→ **Instructions to follow**: Give again, word for word, every line in the entries below from the line with "assert!(contrast(fail, pass) >= 2.0" up to and including the line with "pub const MAJOR_FADE_DB: f64 = 10.0;", and no other line.

→ **Extracted entries**:
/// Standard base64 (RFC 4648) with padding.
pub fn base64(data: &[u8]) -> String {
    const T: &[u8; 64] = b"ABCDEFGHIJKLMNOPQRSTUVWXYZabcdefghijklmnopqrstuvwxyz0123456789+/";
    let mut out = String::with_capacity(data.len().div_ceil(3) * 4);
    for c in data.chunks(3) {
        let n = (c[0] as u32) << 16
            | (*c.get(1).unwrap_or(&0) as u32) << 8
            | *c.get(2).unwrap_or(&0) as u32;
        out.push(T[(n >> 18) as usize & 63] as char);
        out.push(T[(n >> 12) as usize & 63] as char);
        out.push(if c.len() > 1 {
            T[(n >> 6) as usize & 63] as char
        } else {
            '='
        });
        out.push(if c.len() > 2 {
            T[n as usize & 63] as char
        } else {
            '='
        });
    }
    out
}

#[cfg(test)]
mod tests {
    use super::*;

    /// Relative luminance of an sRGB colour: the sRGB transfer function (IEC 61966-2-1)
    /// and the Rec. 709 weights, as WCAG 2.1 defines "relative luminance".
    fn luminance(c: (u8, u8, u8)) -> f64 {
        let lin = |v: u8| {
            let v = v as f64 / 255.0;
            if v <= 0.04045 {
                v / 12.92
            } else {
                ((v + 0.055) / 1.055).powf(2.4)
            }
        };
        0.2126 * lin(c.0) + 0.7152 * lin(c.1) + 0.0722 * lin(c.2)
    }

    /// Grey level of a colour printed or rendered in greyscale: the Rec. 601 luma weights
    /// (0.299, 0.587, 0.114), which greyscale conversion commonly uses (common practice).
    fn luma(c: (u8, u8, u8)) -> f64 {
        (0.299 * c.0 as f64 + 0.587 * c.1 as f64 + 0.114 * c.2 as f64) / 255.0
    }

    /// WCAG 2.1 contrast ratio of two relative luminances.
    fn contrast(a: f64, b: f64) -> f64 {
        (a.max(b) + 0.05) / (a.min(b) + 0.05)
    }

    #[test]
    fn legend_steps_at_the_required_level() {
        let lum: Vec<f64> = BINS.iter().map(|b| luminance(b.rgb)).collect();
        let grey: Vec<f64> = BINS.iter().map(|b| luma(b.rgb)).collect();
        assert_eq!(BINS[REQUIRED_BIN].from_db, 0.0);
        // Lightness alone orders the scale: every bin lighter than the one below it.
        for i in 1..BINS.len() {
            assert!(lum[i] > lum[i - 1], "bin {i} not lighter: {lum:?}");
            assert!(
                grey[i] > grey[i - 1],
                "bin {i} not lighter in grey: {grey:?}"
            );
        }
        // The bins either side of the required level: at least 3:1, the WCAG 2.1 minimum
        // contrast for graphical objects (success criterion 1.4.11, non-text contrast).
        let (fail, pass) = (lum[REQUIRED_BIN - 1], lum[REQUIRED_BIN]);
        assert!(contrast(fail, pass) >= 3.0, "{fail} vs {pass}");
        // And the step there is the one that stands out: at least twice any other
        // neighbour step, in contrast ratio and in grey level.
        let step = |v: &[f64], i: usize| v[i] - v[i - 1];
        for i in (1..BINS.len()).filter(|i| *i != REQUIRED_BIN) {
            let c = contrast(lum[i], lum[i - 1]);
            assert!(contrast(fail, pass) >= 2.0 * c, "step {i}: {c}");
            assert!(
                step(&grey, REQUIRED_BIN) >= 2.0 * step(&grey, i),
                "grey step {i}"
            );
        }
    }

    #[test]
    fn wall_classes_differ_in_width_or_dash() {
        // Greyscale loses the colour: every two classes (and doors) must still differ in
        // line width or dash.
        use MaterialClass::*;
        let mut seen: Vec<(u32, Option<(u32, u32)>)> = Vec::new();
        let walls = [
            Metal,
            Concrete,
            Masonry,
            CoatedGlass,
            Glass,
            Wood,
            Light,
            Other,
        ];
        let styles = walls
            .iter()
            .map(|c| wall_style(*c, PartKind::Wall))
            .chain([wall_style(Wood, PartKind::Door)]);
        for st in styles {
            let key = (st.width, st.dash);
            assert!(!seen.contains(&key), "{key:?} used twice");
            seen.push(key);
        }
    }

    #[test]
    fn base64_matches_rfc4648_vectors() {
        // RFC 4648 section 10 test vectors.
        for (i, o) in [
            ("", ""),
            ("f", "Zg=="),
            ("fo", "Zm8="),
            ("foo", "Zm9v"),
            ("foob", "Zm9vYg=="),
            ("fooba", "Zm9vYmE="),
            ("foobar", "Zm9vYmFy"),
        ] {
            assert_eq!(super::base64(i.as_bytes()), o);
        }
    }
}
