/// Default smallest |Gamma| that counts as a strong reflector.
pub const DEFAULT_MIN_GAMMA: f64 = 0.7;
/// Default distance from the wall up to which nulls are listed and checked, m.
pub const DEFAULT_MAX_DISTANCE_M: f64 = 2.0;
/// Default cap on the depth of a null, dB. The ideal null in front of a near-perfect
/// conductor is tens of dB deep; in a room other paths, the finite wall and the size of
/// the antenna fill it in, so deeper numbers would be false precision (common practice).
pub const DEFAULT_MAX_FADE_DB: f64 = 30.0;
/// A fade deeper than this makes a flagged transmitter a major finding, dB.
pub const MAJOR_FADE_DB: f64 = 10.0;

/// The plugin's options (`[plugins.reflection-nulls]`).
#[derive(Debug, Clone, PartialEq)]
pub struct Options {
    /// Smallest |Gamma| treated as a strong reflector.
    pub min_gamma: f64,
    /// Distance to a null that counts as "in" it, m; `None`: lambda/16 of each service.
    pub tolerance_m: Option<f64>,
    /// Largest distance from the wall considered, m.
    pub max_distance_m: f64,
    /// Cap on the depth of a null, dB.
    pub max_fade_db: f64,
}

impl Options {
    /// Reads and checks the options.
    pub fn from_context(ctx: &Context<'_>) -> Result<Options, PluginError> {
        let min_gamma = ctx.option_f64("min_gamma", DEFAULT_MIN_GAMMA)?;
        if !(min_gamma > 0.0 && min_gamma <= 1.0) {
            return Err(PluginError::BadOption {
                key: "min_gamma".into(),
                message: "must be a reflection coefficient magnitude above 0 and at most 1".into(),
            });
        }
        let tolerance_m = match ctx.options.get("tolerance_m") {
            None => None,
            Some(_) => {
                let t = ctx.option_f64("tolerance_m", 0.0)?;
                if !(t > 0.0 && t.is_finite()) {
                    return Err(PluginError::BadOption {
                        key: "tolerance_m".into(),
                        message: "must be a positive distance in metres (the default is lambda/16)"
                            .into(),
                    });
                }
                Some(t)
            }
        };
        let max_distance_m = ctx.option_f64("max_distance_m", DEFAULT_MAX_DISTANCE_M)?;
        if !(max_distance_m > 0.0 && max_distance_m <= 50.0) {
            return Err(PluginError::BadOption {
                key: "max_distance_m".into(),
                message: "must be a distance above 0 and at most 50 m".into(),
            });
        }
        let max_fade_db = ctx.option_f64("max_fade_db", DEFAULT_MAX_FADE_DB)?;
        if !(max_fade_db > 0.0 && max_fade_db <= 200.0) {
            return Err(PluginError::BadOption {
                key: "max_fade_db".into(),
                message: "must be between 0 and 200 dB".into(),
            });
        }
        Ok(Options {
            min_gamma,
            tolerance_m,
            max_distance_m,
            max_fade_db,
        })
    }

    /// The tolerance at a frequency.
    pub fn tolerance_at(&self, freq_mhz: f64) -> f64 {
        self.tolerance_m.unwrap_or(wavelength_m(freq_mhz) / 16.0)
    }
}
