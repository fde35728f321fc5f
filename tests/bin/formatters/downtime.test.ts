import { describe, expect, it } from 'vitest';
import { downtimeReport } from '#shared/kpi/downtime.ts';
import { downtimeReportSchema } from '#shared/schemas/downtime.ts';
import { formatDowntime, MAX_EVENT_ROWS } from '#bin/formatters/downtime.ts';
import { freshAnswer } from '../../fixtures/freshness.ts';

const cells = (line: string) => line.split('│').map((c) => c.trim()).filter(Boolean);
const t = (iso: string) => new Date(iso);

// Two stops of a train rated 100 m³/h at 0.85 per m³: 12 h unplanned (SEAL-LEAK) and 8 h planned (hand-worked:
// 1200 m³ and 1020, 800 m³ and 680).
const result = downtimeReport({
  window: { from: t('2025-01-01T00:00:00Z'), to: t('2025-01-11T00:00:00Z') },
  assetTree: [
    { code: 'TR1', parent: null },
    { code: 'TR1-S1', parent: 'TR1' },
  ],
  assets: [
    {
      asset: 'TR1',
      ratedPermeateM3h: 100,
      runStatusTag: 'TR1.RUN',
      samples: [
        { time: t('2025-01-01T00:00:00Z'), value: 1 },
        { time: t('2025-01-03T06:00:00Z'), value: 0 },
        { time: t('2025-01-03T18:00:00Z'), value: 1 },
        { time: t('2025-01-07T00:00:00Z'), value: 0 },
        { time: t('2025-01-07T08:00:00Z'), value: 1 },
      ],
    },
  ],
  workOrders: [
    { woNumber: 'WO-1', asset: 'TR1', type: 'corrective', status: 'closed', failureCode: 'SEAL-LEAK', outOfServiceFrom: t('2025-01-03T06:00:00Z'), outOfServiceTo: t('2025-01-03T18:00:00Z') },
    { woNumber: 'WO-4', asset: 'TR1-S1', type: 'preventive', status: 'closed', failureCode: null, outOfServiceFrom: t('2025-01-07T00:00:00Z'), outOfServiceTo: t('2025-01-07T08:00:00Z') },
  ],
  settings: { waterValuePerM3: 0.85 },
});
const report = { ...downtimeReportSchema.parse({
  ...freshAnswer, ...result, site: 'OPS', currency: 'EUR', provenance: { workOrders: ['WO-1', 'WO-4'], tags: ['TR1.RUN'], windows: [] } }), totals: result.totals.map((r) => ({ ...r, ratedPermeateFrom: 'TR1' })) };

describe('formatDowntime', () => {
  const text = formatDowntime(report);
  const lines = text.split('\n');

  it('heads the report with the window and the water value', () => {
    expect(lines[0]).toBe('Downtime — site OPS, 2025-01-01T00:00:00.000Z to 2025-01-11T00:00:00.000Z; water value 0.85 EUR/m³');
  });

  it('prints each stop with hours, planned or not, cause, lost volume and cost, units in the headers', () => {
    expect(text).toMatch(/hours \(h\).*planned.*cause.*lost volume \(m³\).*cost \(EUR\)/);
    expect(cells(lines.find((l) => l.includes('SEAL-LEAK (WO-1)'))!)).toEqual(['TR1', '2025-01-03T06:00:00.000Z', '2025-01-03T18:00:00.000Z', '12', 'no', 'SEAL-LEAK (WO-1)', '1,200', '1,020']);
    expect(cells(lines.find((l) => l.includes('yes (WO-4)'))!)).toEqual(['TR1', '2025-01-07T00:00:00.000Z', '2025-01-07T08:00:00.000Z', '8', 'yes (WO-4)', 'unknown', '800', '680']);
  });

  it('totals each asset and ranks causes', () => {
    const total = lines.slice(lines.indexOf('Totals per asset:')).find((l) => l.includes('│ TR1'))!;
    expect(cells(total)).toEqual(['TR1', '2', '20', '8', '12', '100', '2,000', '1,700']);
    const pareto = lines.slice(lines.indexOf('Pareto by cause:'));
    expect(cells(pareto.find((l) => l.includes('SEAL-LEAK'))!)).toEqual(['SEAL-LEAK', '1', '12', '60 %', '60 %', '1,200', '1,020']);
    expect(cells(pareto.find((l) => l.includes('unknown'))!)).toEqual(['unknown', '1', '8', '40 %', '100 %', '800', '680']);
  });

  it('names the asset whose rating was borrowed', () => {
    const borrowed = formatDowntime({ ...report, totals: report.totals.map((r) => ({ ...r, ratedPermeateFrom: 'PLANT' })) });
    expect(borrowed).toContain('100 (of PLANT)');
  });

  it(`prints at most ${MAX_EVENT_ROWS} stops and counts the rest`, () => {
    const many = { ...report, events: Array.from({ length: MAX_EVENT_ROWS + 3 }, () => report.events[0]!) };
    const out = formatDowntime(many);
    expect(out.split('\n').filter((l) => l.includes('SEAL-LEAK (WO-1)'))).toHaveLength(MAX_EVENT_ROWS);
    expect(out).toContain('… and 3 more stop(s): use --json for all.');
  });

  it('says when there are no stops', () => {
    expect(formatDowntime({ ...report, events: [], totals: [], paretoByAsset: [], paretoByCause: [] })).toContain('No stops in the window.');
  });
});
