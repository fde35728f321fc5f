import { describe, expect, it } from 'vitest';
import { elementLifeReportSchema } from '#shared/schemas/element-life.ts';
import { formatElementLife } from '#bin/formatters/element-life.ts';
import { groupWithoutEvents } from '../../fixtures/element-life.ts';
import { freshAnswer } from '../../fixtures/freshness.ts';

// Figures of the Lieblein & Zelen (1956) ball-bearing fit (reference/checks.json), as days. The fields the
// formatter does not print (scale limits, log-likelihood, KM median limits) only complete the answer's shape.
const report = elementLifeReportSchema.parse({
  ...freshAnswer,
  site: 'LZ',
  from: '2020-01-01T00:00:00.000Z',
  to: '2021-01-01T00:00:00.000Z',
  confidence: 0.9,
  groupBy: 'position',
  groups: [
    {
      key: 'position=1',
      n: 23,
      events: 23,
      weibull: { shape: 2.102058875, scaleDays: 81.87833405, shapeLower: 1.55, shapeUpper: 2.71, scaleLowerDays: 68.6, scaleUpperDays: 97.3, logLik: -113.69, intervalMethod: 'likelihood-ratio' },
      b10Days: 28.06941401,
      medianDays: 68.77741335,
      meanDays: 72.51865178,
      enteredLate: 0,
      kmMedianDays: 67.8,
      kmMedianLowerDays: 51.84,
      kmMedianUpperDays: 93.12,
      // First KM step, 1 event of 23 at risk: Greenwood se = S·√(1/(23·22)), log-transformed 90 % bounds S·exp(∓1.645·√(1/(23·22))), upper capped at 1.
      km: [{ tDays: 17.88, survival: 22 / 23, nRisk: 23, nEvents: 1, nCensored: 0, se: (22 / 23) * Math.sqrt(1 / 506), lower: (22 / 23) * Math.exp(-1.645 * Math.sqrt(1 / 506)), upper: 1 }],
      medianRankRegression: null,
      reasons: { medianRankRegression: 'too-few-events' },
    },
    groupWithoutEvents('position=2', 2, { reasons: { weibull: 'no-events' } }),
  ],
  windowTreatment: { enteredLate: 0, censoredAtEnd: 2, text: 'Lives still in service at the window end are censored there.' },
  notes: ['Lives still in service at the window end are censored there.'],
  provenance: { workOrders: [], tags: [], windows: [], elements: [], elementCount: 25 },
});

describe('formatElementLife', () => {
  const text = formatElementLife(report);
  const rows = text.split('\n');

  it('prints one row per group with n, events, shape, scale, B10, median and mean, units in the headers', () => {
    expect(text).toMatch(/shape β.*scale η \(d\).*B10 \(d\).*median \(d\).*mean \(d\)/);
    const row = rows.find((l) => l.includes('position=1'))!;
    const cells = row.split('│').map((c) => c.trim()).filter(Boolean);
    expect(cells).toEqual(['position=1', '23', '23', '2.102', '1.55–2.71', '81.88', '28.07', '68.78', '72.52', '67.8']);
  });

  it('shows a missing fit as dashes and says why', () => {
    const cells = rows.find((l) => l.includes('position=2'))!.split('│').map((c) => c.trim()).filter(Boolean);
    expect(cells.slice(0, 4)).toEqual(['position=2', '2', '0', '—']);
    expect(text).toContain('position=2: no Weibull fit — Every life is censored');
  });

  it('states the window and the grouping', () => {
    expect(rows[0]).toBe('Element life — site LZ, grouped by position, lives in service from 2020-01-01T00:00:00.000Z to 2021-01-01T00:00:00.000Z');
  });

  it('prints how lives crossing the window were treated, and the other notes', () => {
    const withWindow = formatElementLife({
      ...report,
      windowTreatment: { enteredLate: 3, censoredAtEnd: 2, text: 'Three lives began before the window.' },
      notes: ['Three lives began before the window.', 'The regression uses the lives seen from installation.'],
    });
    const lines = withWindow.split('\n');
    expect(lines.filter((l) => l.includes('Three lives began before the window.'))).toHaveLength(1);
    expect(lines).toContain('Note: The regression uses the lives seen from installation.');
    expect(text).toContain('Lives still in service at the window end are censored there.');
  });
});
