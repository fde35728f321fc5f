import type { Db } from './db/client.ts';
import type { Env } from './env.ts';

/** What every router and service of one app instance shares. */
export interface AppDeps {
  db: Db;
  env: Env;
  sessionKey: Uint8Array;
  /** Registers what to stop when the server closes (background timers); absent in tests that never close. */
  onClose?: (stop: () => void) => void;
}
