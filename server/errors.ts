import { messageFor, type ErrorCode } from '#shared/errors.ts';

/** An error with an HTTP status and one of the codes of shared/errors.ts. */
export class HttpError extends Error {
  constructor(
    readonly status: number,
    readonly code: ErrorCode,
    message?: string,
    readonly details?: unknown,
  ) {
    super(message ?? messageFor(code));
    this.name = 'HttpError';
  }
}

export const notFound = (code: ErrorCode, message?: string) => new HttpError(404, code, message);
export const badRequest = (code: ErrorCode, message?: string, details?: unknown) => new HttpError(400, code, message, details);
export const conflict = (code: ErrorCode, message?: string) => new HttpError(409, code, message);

→ **Task output**:
            assert!(contrast(fail, pass) >= 2.0 * c, "step {i}: {c}");
            assert!(
                step(&grey, REQUIRED_BIN) >= 2.0 * step(&grey, i),
                "grey step {i}"
            );
        }
    }

    #[test]
    fn wall_classes_differ_in_width_or_dash() {
        // Greyscale loses the colour: every two classes (and doors) must still differ in
        // line width or dash.
        use MaterialClass::*;
        let mut seen: Vec<(u32, Option<(u32, u32)>)> = Vec::new();
        let walls = [
            Metal,
            Concrete,
            Masonry,
            CoatedGlass,
            Glass,
            Wood,
            Light,
            Other,
        ];
        let styles = walls
            .iter()
            .map(|c| wall_style(*c, PartKind::Wall))
            .chain([wall_style(Wood, PartKind::Door)]);
        for st in styles {
            let key = (st.width, st.dash);
            assert!(!seen.contains(&key), "{key:?} used twice");
            seen.push(key);
        }
    }

    #[test]
    fn base64_matches_rfc4648_vectors() {
        // RFC 4648 section 10 test vectors.
        for (i, o) in [
            ("", ""),
            ("f", "Zg=="),
            ("fo", "Zm8="),
            ("foo", "Zm9v"),
            ("foob", "Zm9vYg=="),
            ("fooba", "Zm9vYmE="),
            ("foobar", "Zm9vYmFy"),
        ] {
            assert_eq!(super::base64(i.as_bytes()), o);
        }
    }
}
/// Default smallest |Gamma| that counts as a strong reflector.
pub const DEFAULT_MIN_GAMMA: f64 = 0.7;
/// Default distance from the wall up to which nulls are listed and checked, m.
pub const DEFAULT_MAX_DISTANCE_M: f64 = 2.0;
/// Default cap on the depth of a null, dB. The ideal null in front of a near-perfect
/// conductor is tens of dB deep; in a room other paths, the finite wall and the size of
/// the antenna fill it in, so deeper numbers would be false precision (common practice).
pub const DEFAULT_MAX_FADE_DB: f64 = 30.0;
/// A fade deeper than this makes a flagged transmitter a major finding, dB.
pub const MAJOR_FADE_DB: f64 = 10.0;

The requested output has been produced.